The U.S. market economy is based on property rights and a reliance on the efficiency of the market as a means of allocating resources. The government plays a key role in addressing market failures and promoting social welfare, including through the imposition of regulations on pollutants and the protection of property rights, but is cautious in its interventions. Thus, the infrastructure exists to limit emissions of greenhouse gases--although the strong political and economic preference is to undertake such controls through flexible and cost-effective programs, including voluntary programs and market instruments, where appropriate.
U.S. economic growth averaged 3 percent annually from 1960 to 1993, and employment nearly tripled as the overall labor force participation rate rose to 66 percent. The service sector--which includes communications, utilities, finance, insurance, and real estate--has grown rapidly, and now accounts for more than 36 percent of the economy. The increasing role of trade in the U.S. economy heightens concerns about the competitiveness effects of climate policies.
During the 1980s, the U.S. budget deficit grew rapidly, as did the ratio of debt to gross domestic product, and a political consensus emerged on the goal of a balanced budget. The result is a tighter federal budget with many competing priorities.

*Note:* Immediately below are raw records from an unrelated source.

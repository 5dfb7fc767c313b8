/**
 * A 2-hour, 64-channel, 512 Hz EDF+C recording through the real server (a child process on
 * 127.0.0.1, see bench/upload.ts): build the file, upload it (POST /v1/signals?format=edf), then run
 * a Welch job over fixed 4-s epochs and one over 4-s epochs after each 'probe' event.
 *
 * The file is seeded and synthetic: per channel N(0, 10²) µV noise, a 10 Hz rhythm of 15 µV whose
 * amplitude differs across channels, and a 'probe' annotation every 30 s (at 15 s, 45 s, …). It is
 * written without holding the recording in memory: writeEdf makes the header from a 1-record file
 * (so its fields are the project's own), the two fields that depend on the length are patched (the
 * number of data records at offset 236 and the annotation signal's samples per record), and the
 * 7200 one-second records are appended as int16 with the same calibration, in batches.
 * The server stores the int16 codes as they are (450 MiB), and a job reads them a channel row at a
 * time through store.openSamples (src/jobs/open-source.ts), converting to float64 as it reads; the
 * RSS figure shows what the server and the engine hold beyond that.
 *
 * Then the engine alone, with no server: the same samples (the
 * same generators; past 2 hours each channel's 2 hours repeat) written channel-major as int16, read a row at a time by a file-backed
 * SampleSource in a fresh child process per length (RECORDING_HOURS, default "0.5,2,8" hours; the
 * shorter ones read a prefix of the longest file), the fixed-4-s Welch job timed and the child's peak
 * RSS (VmHWM) read. Its 2-hour record must have the server's result hash. Beside them, the Welch
 * benchmark's job (bench/welch.ts, one thread) gives the per-sample rate they are compared with.
 * RECORDING_SERVER=0 leaves out the server part.
 *
 * Bounded: 10 minutes for the server part and 10 for the rest, whatever happens; children are killed
 * and the temp files removed. Prints figures, never asserts. Run: npx tsx bench/recording.ts
 */
import { spawnSync } from 'node:child_process';
import { closeSync, createReadStream, openSync, readSync } from 'node:fs';
import { mkdtemp, open, rm, stat } from 'node:fs/promises';
import { tmpdir } from 'node:os';
import { join } from 'node:path';
import { performance } from 'node:perf_hooks';
import { setTimeout as sleep } from 'node:timers/promises';
import { fileURLToPath } from 'node:url';
import { createRandom, type Random } from '../src/common/random.js';
import { analyze } from '../src/engine/analyze.js';
import { normalizeRecipe } from '../src/recipes/normalize.js';
import { resolveRecipe } from '../src/recipes/resolve.js';
import { encodeTal, readEdfHeader, writeEdf, type EdfWriteSignal } from '../src/signals/edf/index.js';
import { checkRead, type SampleSource } from '../src/signals/sample-source.js';
import { callJson, mib, rate, readVm, startChildServer, uploadStream, type ChildServer } from './upload.js';
import { welchJobTimes } from './welch.js';

const CHANNELS = 64;
const SAMPLING_RATE = 512;
const RECORDS = 7200;
const EVENT_EVERY = 30;
const EVENT_FIRST = 15;
const PHYSICAL_MINIMUM = -3276.8;
const PHYSICAL_MAXIMUM = 3276.7;
const DIGITAL_MINIMUM = -32768;
const DIGITAL_MAXIMUM = 32767;
/** Bytes of the annotation signal per record: room for "+7199␔␔␀" and "+7185␔probe␔␀" (21 bytes). */
const ANNOTATION_BYTES = 32;
const BATCH_RECORDS = 60;
const BOUND_MS = 600_000;
const POLL_MS = 500;
const MiB = 2 ** 20;
const FINISHED = new Set(['succeeded', 'failed', 'canceled']);

const LABELS = Array.from({ length: CHANNELS }, (_, c) => `E${c + 1}`);
const RECIPES = [
  { name: 'fixed 4 s', recipe: { method: 'welch', epoching: { mode: 'fixed', epochSeconds: 4 } } },
  { name: "events 'probe' 0–4 s", recipe: { method: 'welch', epoching: { mode: 'events', labels: ['probe'], beforeSeconds: 0, afterSeconds: 4 } } },
] as const;

class Bound extends Error {}

const exists = (path: string) =>
  stat(path).then(
    () => true,
    () => false,
  );

/** One record of one channel, physical µV; the generators carry on from record to record. */
function recordSamples(random: Random, channel: number, record: number, out: Float64Array): void {
  const alpha = 15 * (0.5 + channel / CHANNELS);
  for (let i = 0; i < SAMPLING_RATE; i++) {
    const t = record + i / SAMPLING_RATE;
    out[i] = 10 * random.normal() + alpha * Math.sin(2 * Math.PI * 10 * t + channel);
  }
}

/** Physical → digital with the header's calibration, as writeEdf quantizes. */
function quantize(x: number): number {
  const gain = (PHYSICAL_MAXIMUM - PHYSICAL_MINIMUM) / (DIGITAL_MAXIMUM - DIGITAL_MINIMUM);
  const level = (x - PHYSICAL_MINIMUM) / gain + DIGITAL_MINIMUM;
  return Math.min(DIGITAL_MAXIMUM, Math.max(DIGITAL_MINIMUM, Math.round(level)));
}

const signalFields = (samples: Float64Array): EdfWriteSignal[] =>
  LABELS.map((label) => ({
    label,
    samples,
    samplingRate: SAMPLING_RATE,
    physicalDimension: 'uV',
    physicalMinimum: PHYSICAL_MINIMUM,
    physicalMaximum: PHYSICAL_MAXIMUM,
  }));

function patchField(header: Uint8Array, offset: number, value: number): void {
  const text = String(value).padEnd(8, ' ');
  for (let i = 0; i < 8; i++) header[offset + i] = text.charCodeAt(i);
}

/**
 * Writes the recording to `path` and returns its size, after checking the patched header by
 * reading it back and checking the appended records' quantization against writeEdf's own record.
 */
async function writeRecording(path: string, lines: string[]): Promise<number> {
  const randoms = LABELS.map((_, c) => createRandom(7000 + c));
  const first = LABELS.map((_, c) => {
    const x = new Float64Array(SAMPLING_RATE);
    recordSamples(randoms[c]!, c, 0, x);
    return x;
  });
  // Only the header of this 1-record file is kept (the physical range is given, so it does not
  // depend on the data); its E1 samples serve to check that quantize() matches writeEdf.
  const probe = writeEdf({
    signals: signalFields(first[0]!),
    recordDuration: 1,
    startDate: { year: 2024, month: 3, day: 4, hour: 22, minute: 0, second: 0 },
    annotations: [],
  });
  const ns = CHANNELS + 1;
  const headerBytes = 256 * (ns + 1);
  const header = probe.slice(0, headerBytes);
  patchField(header, 236, RECORDS);
  patchField(header, 256 + ns * 216 + 8 * CHANNELS, ANNOTATION_BYTES / 2);
  const parsed = readEdfHeader(header);
  const recordBytes = CHANNELS * SAMPLING_RATE * 2 + ANNOTATION_BYTES;
  const checks = [
    ['variant', parsed.variant, 'EDF+C'],
    ['number of data records (offset 236)', parsed.recordCount, RECORDS],
    ['header bytes', parsed.headerBytes, headerBytes],
    ['record bytes', parsed.recordBytes, recordBytes],
    ['annotation signal', parsed.annotationSignals.join(','), String(CHANNELS)],
    ['annotation samples per record', parsed.signals[CHANNELS]!.samplesPerRecord, ANNOTATION_BYTES / 2],
    ['record duration', parsed.recordDuration, 1],
  ] as const;
  const wrong = checks.filter(([, got, want]) => got !== want);
  if (wrong.length > 0) throw new Error(`patched EDF header read back wrong: ${wrong.map(([what, got, want]) => `${what} ${got}, not ${want}`).join('; ')}`);
  const view = new DataView(probe.buffer, probe.byteOffset + headerBytes);
  for (let k = 0; k < SAMPLING_RATE; k++) {
    if (view.getInt16(2 * k, true) !== quantize(first[0]![k]!)) throw new Error(`quantization differs from writeEdf at sample ${k}`);
  }
  lines.push(`  header from writeEdf (1 record), patched and read back: ${checks.map(([what, got]) => `${what} ${got}`).join(', ')}; record 0 of E1 quantized as writeEdf does`);

  const handle = await open(path, 'w');
  try {
    await handle.write(header, 0, header.length, 0);
    const batch = Buffer.alloc(BATCH_RECORDS * recordBytes);
    const x = new Float64Array(SAMPLING_RATE);
    let position = headerBytes;
    for (let r0 = 0; r0 < RECORDS; r0 += BATCH_RECORDS) {
      const r1 = Math.min(RECORDS, r0 + BATCH_RECORDS);
      batch.fill(0);
      for (let r = r0; r < r1; r++) {
        const at = (r - r0) * recordBytes;
        for (let c = 0; c < CHANNELS; c++) {
          if (r === 0) x.set(first[c]!);
          else recordSamples(randoms[c]!, c, r, x);
          const base = at + c * SAMPLING_RATE * 2;
          for (let k = 0; k < SAMPLING_RATE; k++) batch.writeInt16LE(quantize(x[k]!), base + 2 * k);
        }
        const tals = [encodeTal(r, null, [''])];
        if (r >= EVENT_FIRST && (r - EVENT_FIRST) % EVENT_EVERY === 0) tals.push(encodeTal(r, null, ['probe']));
        let t = at + CHANNELS * SAMPLING_RATE * 2;
        for (const tal of tals) {
          if (t + tal.length > at + recordBytes) throw new Error(`record ${r}: annotations need more than ${ANNOTATION_BYTES} bytes`);
          batch.set(tal, t);
          t += tal.length;
        }
      }
      const length = (r1 - r0) * recordBytes;
      for (let done = 0; done < length; ) done += (await handle.write(batch, done, length - done, position + done)).bytesWritten;
      position += length;
    }
  } finally {
    await handle.close();
  }
  return (await stat(path)).size;
}
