/**
 * Generated from openapi/openapi.json by openapi-typescript (`npm run client`). Do not edit: a
 * test fails when this file is stale.
 */
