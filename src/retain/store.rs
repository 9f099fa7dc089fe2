//! The retain folder: each kept frame is `<stem>.<ext>` (the bytes as received) and
//! `<stem>.json` (its sidecar), where the stem is the arrival time in microseconds since the
//! Unix epoch (16 digits) and a counter: names sort by age. Both files are written to a
//! temporary name and renamed, the frame first, so a sidecar always has its whole frame;
//! eviction removes the sidecar first. Other files in the folder are left alone.

use std::collections::VecDeque;
use std::io::Write as _;
use std::path::{Path, PathBuf};

use super::Sidecar;

/// Prefix of files being written (left over only by a crash; removed at open).
const TEMP_PREFIX: &str = ".lineside-tmp-";

/// One kept frame: its stem, extension and size (frame + sidecar).
#[derive(Debug, Clone, PartialEq, Eq)]
struct Record {
    stem: String,
    extension: String,
    bytes: u64,
}

/// The folder, with an index of lineside's records oldest first.
#[derive(Debug)]
pub struct Store {
    dir: PathBuf,
    records: VecDeque<Record>,
    bytes: u64,
    max_frames: usize,
    max_bytes: u64,
    counter: u32,
    evicted_at_open: usize,
}

/// Whether `stem` is one of ours: 16 digits, '-', 4 to 8 hex digits.
fn is_our_stem(stem: &str) -> bool {
    let Some((time, n)) = stem.split_once('-') else { return false };
    time.len() == 16
        && time.bytes().all(|b| b.is_ascii_digit())
        && (4..=8).contains(&n.len())
        && n.bytes().all(|b| b.is_ascii_hexdigit())
}

impl Store {
    /// Open (creating it if needed) and index the folder; the bounds are applied at once.
    ///
    /// # Errors
    /// The folder cannot be created or listed.
    pub fn open(dir: &Path, max_frames: usize, max_bytes: u64) -> std::io::Result<Store> {
        std::fs::create_dir_all(dir)?;
        let mut sidecars = Vec::new();
        let mut frames = std::collections::HashMap::new();
        for entry in std::fs::read_dir(dir)? {
            let entry = entry?;
            let name = entry.file_name().to_string_lossy().into_owned();
            if name.starts_with(TEMP_PREFIX) {
                let _ = std::fs::remove_file(entry.path());
                continue;
            }
            let Some((stem, ext)) = name.rsplit_once('.') else { continue };
            if !is_our_stem(stem) || !entry.file_type()?.is_file() {
                continue;
            }
            let len = entry.metadata()?.len();
            if ext == "json" {
                sidecars.push((stem.to_owned(), len));
            } else {
                frames.insert(stem.to_owned(), (ext.to_owned(), len));
            }
        }
        sidecars.sort();
        let mut store = Store {
            dir: dir.to_owned(),
            records: VecDeque::new(),
            bytes: 0,
            max_frames,
            max_bytes,
            counter: 0,
            evicted_at_open: 0,
        };
        for (stem, json_len) in sidecars {
            // A sidecar without its frame is not a record (a person may be looking at it).
            if let Some((extension, len)) = frames.remove(&stem) {
                store.bytes += len + json_len;
                store.records.push_back(Record { stem, extension, bytes: len + json_len });
            }
        }
        // A frame without its sidecar was cut short by a crash between the two renames: it
        // would sit outside the bounds for good.
        for (stem, (extension, _)) in frames {
            remove_if_present(&dir.join(format!("{stem}.{extension}")));
        }
        store.evicted_at_open = store.evict();
        Ok(store)
    }

    /// Records removed when the folder was opened (the bounds applied to what was there).
    pub fn evicted_at_open(&self) -> usize {
        self.evicted_at_open
    }

    /// Records kept.
    pub fn frames(&self) -> usize {
        self.records.len()
    }

    /// Bytes kept (frames and sidecars).
    pub fn bytes(&self) -> u64 {
        self.bytes
    }

    /// Write one frame and its sidecar, then evict beyond the bounds; returns how many
    /// records were evicted.
    ///
    /// # Errors
    /// Writing or renaming failed (the partial files are removed).
    pub fn write(&mut self, frame: &[u8], mut sidecar: Sidecar, extension: &str) -> std::io::Result<usize> {
        let stem = self.next_stem();
        let frame_name = format!("{stem}.{extension}");
        sidecar.frame = frame_name.clone();
        sidecar.bytes = frame.len() as u64;
        let json = serde_json::to_vec_pretty(&sidecar).map_err(std::io::Error::other)?;
        self.write_atomically(&frame_name, frame)?;
        if let Err(e) = self.write_atomically(&format!("{stem}.json"), &json) {
            let _ = std::fs::remove_file(self.dir.join(&frame_name));
            return Err(e);
        }
        let bytes = (frame.len() + json.len()) as u64;
        self.bytes += bytes;
        self.records.push_back(Record { stem, extension: extension.to_owned(), bytes });
        Ok(self.evict())
    }

    fn next_stem(&mut self) -> String {
        let micros = std::time::SystemTime::now()
            .duration_since(std::time::UNIX_EPOCH)
            .map_or(0, |d| d.as_micros() as u64)
            .min(9_999_999_999_999_999);
        loop {
            self.counter = self.counter.wrapping_add(1);
            let stem = format!("{micros:016}-{:04x}", self.counter & 0xffff);
            if !self.dir.join(format!("{stem}.json")).exists() {
                return stem;
            }
        }
    }

    /// Write `bytes` to `name` through a temporary file, synced, then renamed: a reader (or a
    /// power cut) never sees half a file under the final name.
    fn write_atomically(&self, name: &str, bytes: &[u8]) -> std::io::Result<()> {
        let temp = self.dir.join(format!("{TEMP_PREFIX}{name}"));
        let result = (|| {
            let mut f = std::fs::File::create(&temp)?;
            f.write_all(bytes)?;
            f.sync_all()?;
            std::fs::rename(&temp, self.dir.join(name))
        })();
        if result.is_err() {
            let _ = std::fs::remove_file(&temp);
        }
        result
    }

    /// Remove the oldest records until both bounds hold; returns how many went. A file that
    /// cannot be removed is logged and left (the index and the totals move on, so the bounds
    /// keep holding for everything else).
    fn evict(&mut self) -> usize {
        let mut evicted = 0;
        while self.records.len() > self.max_frames || (self.bytes > self.max_bytes && !self.records.is_empty()) {
            let Some(r) = self.records.pop_front() else { break };
            self.bytes = self.bytes.saturating_sub(r.bytes);
            remove_if_present(&self.dir.join(format!("{}.json", r.stem)));
            remove_if_present(&self.dir.join(format!("{}.{}", r.stem, r.extension)));
            evicted += 1;
        }
        evicted
    }
}

fn remove_if_present(path: &Path) {
    if let Err(e) = std::fs::remove_file(path)
        && e.kind() != std::io::ErrorKind::NotFound
    {
        tracing::warn!(path = %path.display(), cause = %e, "cannot remove an old retained file");
    }
}

/// Every record of a folder, oldest first: (frame path, sidecar) for each sidecar that parses
/// and has its frame. Sidecars that do not parse are counted in the second value.
///
/// # Errors
/// The folder cannot be listed.
pub fn read_all(dir: &Path) -> std::io::Result<(Vec<(PathBuf, Sidecar)>, usize)> {
    // Frame names come from the folder's listing, never from the sidecar (which a person
    // edits): a sidecar cannot point outside the folder.
    let (mut stems, mut frames) = (Vec::new(), std::collections::HashMap::new());
    for entry in std::fs::read_dir(dir)?.filter_map(Result::ok) {
        let Some(name) = entry.file_name().to_str().map(str::to_owned) else { continue };
        let Some((stem, ext)) = name.rsplit_once('.') else { continue };
        if !is_our_stem(stem) {
            continue;
        }
        if ext == "json" {
            stems.push(stem.to_owned());
        } else if entry.file_type().is_ok_and(|t| t.is_file()) {
            frames.insert(stem.to_owned(), name);
        }
    }
    stems.sort();
    let (mut records, mut unreadable) = (Vec::new(), 0);
    for stem in stems {
        let parsed = std::fs::read(dir.join(format!("{stem}.json")))
            .ok()
            .and_then(|b| serde_json::from_slice::<Sidecar>(&b).ok())
            .filter(|s| s.format == super::FORMAT);
        match (parsed, frames.remove(&stem)) {
            (Some(mut s), Some(frame)) => {
                s.frame = frame;
                records.push((dir.join(&s.frame), s));
            }
            _ => unreadable += 1,
        }
    }
    Ok((records, unreadable))
}

#[cfg(test)]
pub(crate) mod tests {
    use super::*;
    use crate::retain::{FORMAT, Reason};

    pub(crate) fn sidecar(label: &str) -> Sidecar {
        Sidecar {
            format: FORMAT.into(),
            format_version: 1,
            frame: String::new(),
            bytes: 0,
            request_id: "r1".into(),
            part_id: Some("P-1".into()),
            camera_id: None,
            multipart: None,
            received_at: "2026-12-03T10:00:00.000Z".into(),
            model: "washers".into(),
            version: "abc".into(),
            label: label.into(),
            score: 0.5,
            top: Vec::new(),
            verdict: None,
            kept_because: Reason::Label,
            timing_ms: serde_json::json!({}),
            confirmed: None,
        }
    }

    fn dir(name: &str) -> PathBuf {
        let d = std::env::temp_dir().join(format!("lineside-store-{}-{name}", std::process::id()));
        let _ = std::fs::remove_dir_all(&d);
        d
    }

    #[test]
    fn both_bounds_hold_and_survive_a_reopen_and_strangers_stay() {
        let d = dir("bounds");
        std::fs::create_dir_all(&d).unwrap();
        std::fs::write(d.join("notes.txt"), "the line's own file").unwrap();
        std::fs::write(d.join(format!("{TEMP_PREFIX}0000000000000001-0001.png")), "half").unwrap();
        let mut s = Store::open(&d, 3, 1_000_000).unwrap();
        for i in 0..5 {
            s.write(&[i; 100], sidecar("burr"), "png").unwrap();
        }
        assert_eq!(s.frames(), 3);
        let (records, unreadable) = read_all(&d).unwrap();
        assert_eq!((records.len(), unreadable), (3, 0));
        // The newest three: the frames written with bytes 2, 3, 4.
        let firsts: Vec<u8> = records.iter().map(|(p, _)| std::fs::read(p).unwrap()[0]).collect();
        assert_eq!(firsts, [2, 3, 4]);
        assert!(d.join("notes.txt").exists(), "a file that is not lineside's stays");
        assert!(!d.join(format!("{TEMP_PREFIX}0000000000000001-0001.png")).exists(), "a crash's temp file goes");
        // Reopened with a byte bound smaller than two records: only the newest one stays.
        let per_record = s.bytes() / 3;
        let s = Store::open(&d, 10, per_record + per_record / 2).unwrap();
        assert_eq!((s.frames(), s.evicted_at_open()), (1, 2));
        let (records, _) = read_all(&d).unwrap();
        assert_eq!(std::fs::read(&records[0].0).unwrap()[0], 4);
        assert_eq!(records[0].1.bytes, 100);
    }

    #[test]
    fn a_sidecar_without_its_frame_is_not_a_record_and_a_frame_without_its_sidecar_goes() {
        let d = dir("orphan");
        let mut s = Store::open(&d, 10, 1_000_000).unwrap();
        s.write(b"\x89PNG....", sidecar("good"), "png").unwrap();
        s.write(b"\x89PNG....", sidecar("burr"), "png").unwrap();
        let (records, _) = read_all(&d).unwrap();
        std::fs::remove_file(&records[0].0).unwrap();
        let lone_frame = records[1].0.clone();
        std::fs::remove_file(lone_frame.with_extension("json")).unwrap();
        assert_eq!(Store::open(&d, 10, 1_000_000).unwrap().frames(), 0);
        assert_eq!(read_all(&d).unwrap(), (Vec::new(), 1));
        assert!(!lone_frame.exists(), "a frame cut off from its sidecar by a crash is removed");
    }

    #[test]
    fn a_sidecar_cannot_point_outside_the_folder() {
        let d = dir("escape");
        let mut s = Store::open(&d, 10, 1_000_000).unwrap();
        s.write(b"\x89PNG....", sidecar("good"), "png").unwrap();
        let (records, _) = read_all(&d).unwrap();
        let json = records[0].0.with_extension("json");
        let mut side: Sidecar = serde_json::from_slice(&std::fs::read(&json).unwrap()).unwrap();
        side.frame = "../../etc/passwd".into();
        std::fs::write(&json, serde_json::to_vec(&side).unwrap()).unwrap();
        let (records, _) = read_all(&d).unwrap();
        assert_eq!(records[0].0, d.join(records[0].1.frame.as_str()));
        assert!(is_our_stem(records[0].1.frame.split('.').next().unwrap()), "{}", records[0].1.frame);
    }

    #[test]
    fn only_our_names_count() {
        assert!(is_our_stem("1796292077000000-0001"));
        assert!(!is_our_stem("1796292077000000"));
        assert!(!is_our_stem("17962920770000001-0001"));
        assert!(!is_our_stem("frame-0001"));
    }
}
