//! `lineside retained export`: the frames a person has confirmed, as one folder per true
//! class (the layout `lineside evaluate` reads), with a summary.

use std::collections::BTreeMap;
use std::path::Path;

use serde::Serialize;

/// What an export did.
#[derive(Debug, Default, Serialize, PartialEq, Eq)]
pub struct Summary {
    /// Frames copied, by confirmed class.
    pub exported: BTreeMap<String, usize>,
    /// Frames kept but not confirmed yet.
    pub unconfirmed: usize,
    /// Confirmed with a label that cannot be a folder name (empty, `.`, `..`, a slash).
    pub bad_label: usize,
    /// Sidecars that do not parse or whose frame is missing.
    pub unreadable: usize,
    /// Confirmed frames whose label and model answer differ (the model was wrong).
    pub corrected: usize,
    /// Confirmed with a label the model does not have (a typo would otherwise be a new class).
    pub unknown_label: BTreeMap<String, usize>,
}

impl Summary {
    /// Frames copied in all.
    pub fn total(&self) -> usize {
        self.exported.values().sum()
    }
}

fn folder_name_ok(label: &str) -> bool {
    !label.is_empty() && label != "." && label != ".." && !label.contains(['/', '\\', '\0'])
}

/// Copy every confirmed frame in `dir` to `out/<confirmed>/<frame>`. Exports are repeatable:
/// a copy of the same frame in another class folder (its label was changed since) is removed.
/// With `labels`, a confirmed label outside them is counted and skipped.
///
/// # Errors
/// The folder cannot be read, or `out` cannot be written (the message names the path).
pub fn export(dir: &Path, out: &Path, labels: Option<&[String]>) -> Result<Summary, String> {
    let (records, unreadable) =
        super::store::read_all(dir).map_err(|e| format!("cannot read the retain folder {}: {e}", dir.display()))?;
    let mut summary = Summary { unreadable, ..Summary::default() };
    for (frame, sidecar) in records {
        let Some(label) = sidecar.confirmed.as_deref() else {
            summary.unconfirmed += 1;
            continue;
        };
        if !folder_name_ok(label) {
            summary.bad_label += 1;
            continue;
        }
        if labels.is_some_and(|known| !known.iter().any(|l| l == label)) {
            *summary.unknown_label.entry(label.to_owned()).or_default() += 1;
            continue;
        }
        remove_stale_copies(out, label, &sidecar.frame)?;
        let class_dir = out.join(label);
        std::fs::create_dir_all(&class_dir).map_err(|e| format!("cannot create {}: {e}", class_dir.display()))?;
        let target = class_dir.join(&sidecar.frame);
        std::fs::copy(&frame, &target)
            .map_err(|e| format!("cannot copy {} to {}: {e}", frame.display(), target.display()))?;
        *summary.exported.entry(label.to_owned()).or_default() += 1;
        if label != sidecar.label {
            summary.corrected += 1;
        }
    }
    Ok(summary)
}

/// Remove `frame` from every class folder of `out` but `label`'s.
fn remove_stale_copies(out: &Path, label: &str, frame: &str) -> Result<(), String> {
    let Ok(entries) = std::fs::read_dir(out) else { return Ok(()) };
    for entry in entries.filter_map(Result::ok) {
        let stale = entry.path().join(frame);
        if entry.file_name() != label && stale.is_file() {
            std::fs::remove_file(&stale)
                .map_err(|e| format!("cannot remove the stale copy {}: {e}", stale.display()))?;
        }
    }
    Ok(())
}

#[cfg(test)]
mod tests {
    use super::*;
    use crate::retain::store::Store;

    #[test]
    fn confirmed_frames_land_in_their_class_folder() {
        let base = std::env::temp_dir().join(format!("lineside-export-{}", std::process::id()));
        let _ = std::fs::remove_dir_all(&base);
        let (dir, out) = (base.join("retained"), base.join("out"));
        let mut s = Store::open(&dir, 100, 1 << 20).unwrap();
        for (label, confirmed) in [
            ("burr", Some("burr")),
            ("good", Some("cracked")),
            ("good", None),
            ("x", Some("../up")),
            ("good", Some("craked")),
        ] {
            let mut side = crate::retain::store::tests::sidecar(label);
            side.confirmed = confirmed.map(String::from);
            s.write(b"\x89PNG", side, "png").unwrap();
        }
        let labels: Vec<String> = ["good", "burr", "cracked"].map(String::from).to_vec();
        let summary = export(&dir, &out, Some(&labels)).unwrap();
        assert_eq!(summary.unknown_label, BTreeMap::from([("craked".into(), 1)]));
        assert_eq!(summary.exported, BTreeMap::from([("burr".into(), 1), ("cracked".into(), 1)]));
        assert_eq!((summary.unconfirmed, summary.bad_label, summary.corrected, summary.total()), (1, 1, 1, 2));
        assert_eq!(std::fs::read_dir(out.join("cracked")).unwrap().count(), 1);
        assert!(!base.join("up").exists());
        // Again: the same result, nothing doubled.
        assert_eq!(export(&dir, &out, Some(&labels)).unwrap(), summary);
        assert_eq!(std::fs::read_dir(out.join("burr")).unwrap().count(), 1);
        // The burr frame relabelled cracked: it moves, it is not in two classes.
        let (records, _) = crate::retain::store::read_all(&dir).unwrap();
        let (_, burr) = records.iter().find(|(_, s)| s.label == "burr").unwrap();
        let json = dir.join(burr.frame.replace(".png", ".json"));
        let mut side = burr.clone();
        side.confirmed = Some("cracked".into());
        std::fs::write(&json, serde_json::to_vec(&side).unwrap()).unwrap();
        export(&dir, &out, Some(&labels)).unwrap();
        assert_eq!(std::fs::read_dir(out.join("burr")).unwrap().count(), 0);
        assert_eq!(std::fs::read_dir(out.join("cracked")).unwrap().count(), 2);
    }
}
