/// The real binary with a retain folder that cannot be created (its path runs through a
/// file: refused even for root): every request is answered 200, the counter counts the lost
/// frames, and the log says why, once.
#[test]
fn an_unwritable_retain_folder_loses_frames_not_answers() {
    let dir = temp_dir("retain-unwritable");
    std::fs::write(dir.join("a-file"), "not a folder").unwrap();
    let text = crate::util::washer_text_anywhere();
    std::fs::write(
        dir.join("lineside.toml"),
        format!("{text}\n[models.retain]\ndir = \"a-file/retained\"\nverdicts = [\"reject\"]\n"),
    )
    .unwrap();
    let (child, port) = crate::util::serve_child(&dir, &["serve", "--config", "lineside.toml"]);
    let base = format!("http://127.0.0.1:{port}");
    let rt = tokio::runtime::Builder::new_current_thread().enable_all().build().unwrap();
    let failed = rt.block_on(async {
        let c = reqwest::Client::new();
        crate::util::wait_ready_at(&base).await;
        let burr = samples().into_iter().find(|s| s.label == "burr").unwrap();
        for _ in 0..20 {
            let r = c.post(format!("{base}/classify/washers")).body(burr.bytes.clone()).send().await.unwrap();
            assert_eq!(r.status(), 200);
            assert_eq!(r.json::<serde_json::Value>().await.unwrap()["verdict"], "reject");
        }
        let mut failed = 0.0;
        for _ in 0..600 {
            let m = parse_metrics(&c.get(format!("{base}/metrics")).send().await.unwrap().text().await.unwrap());
            failed = metric(&m, r#"lineside_retained_frames_total{model="washers",outcome="write_failed"}"#);
            if failed >= 20.0 {
                break;
            }
            tokio::time::sleep(Duration::from_millis(50)).await;
        }
        failed
    });
    let (code, log) = crate::util::stop_child(child);
    assert_eq!(code, Some(0), "{log}");
    assert_eq!(failed, 20.0, "every eligible frame counted as not written");
    assert!(log.contains("cannot use the retain folder") && log.contains("a-file/retained"), "{log}");
    let lines = log.lines().filter(|l| l.contains("could not be written")).count();
    assert_eq!(lines, 1, "the write failures are logged once a minute at most, not 20 times:\n{log}");
}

The United States is the world's largest energy producer and consumer. Abundant resources of all fossil fuels have contributed to low prices and specialization in relatively energy-intensive activities. Energy consumption has nearly doubled since 1960, and would have grown far more, because of growth in the economy, population, and transportation needs, had it not been for impressive reductions in U.S. energy intensity. Industrial energy intensity has declined most markedly, due to structural shifts and efficiency improvements. In the residential and commercial sectors, efficiency improvements largely offset the growth in the number and size of both residential and commercial buildings. Likewise, in the transportation sector, efficiency moderated the rise in total fuel consumption from 1973 to 1995 to only 26 percent, despite dramatic increases in both the number of vehicles and the distances they are driven. Fossil fuel prices below levels assumed in the 1993 Climate Change Action Plan, however, have contributed to the unexpectedly large growth in U.S. emissions.
While unique national circumstances point to the reasons for the current levels (and increases) in U.S. emissions, they also suggest the potential for emission reductions. Successful government and private-sector programs are beginning to exploit some of the inefficiencies in the manufacturing sector. The development of new, climate-friendly technologies is a rapidly growing industry, with significant long-term potential for domestic and international emission reductions.
Greenhouse Gas Inventory
Inventorying the national emissions of greenhouse gases is a task shared by several departments within the executive branch of the federal government, including the Environmental Protection Agency, the Department of Energy and the Department of Agriculture. The Greenhouse Gas Inventory chapter summarizes the most current information on U.S. greenhouse gas emission trends--and represents the 1997 submission from the United States in fulfillment of its annual inventory reporting obligation. The estimates presented in this chapter were compiled using methods consistent with those recommended by the IPCC Guidelines for National Greenhouse Gas Inventories; therefore, the U.S. emissions inventory should be comparable to those submitted by others under the FCCC.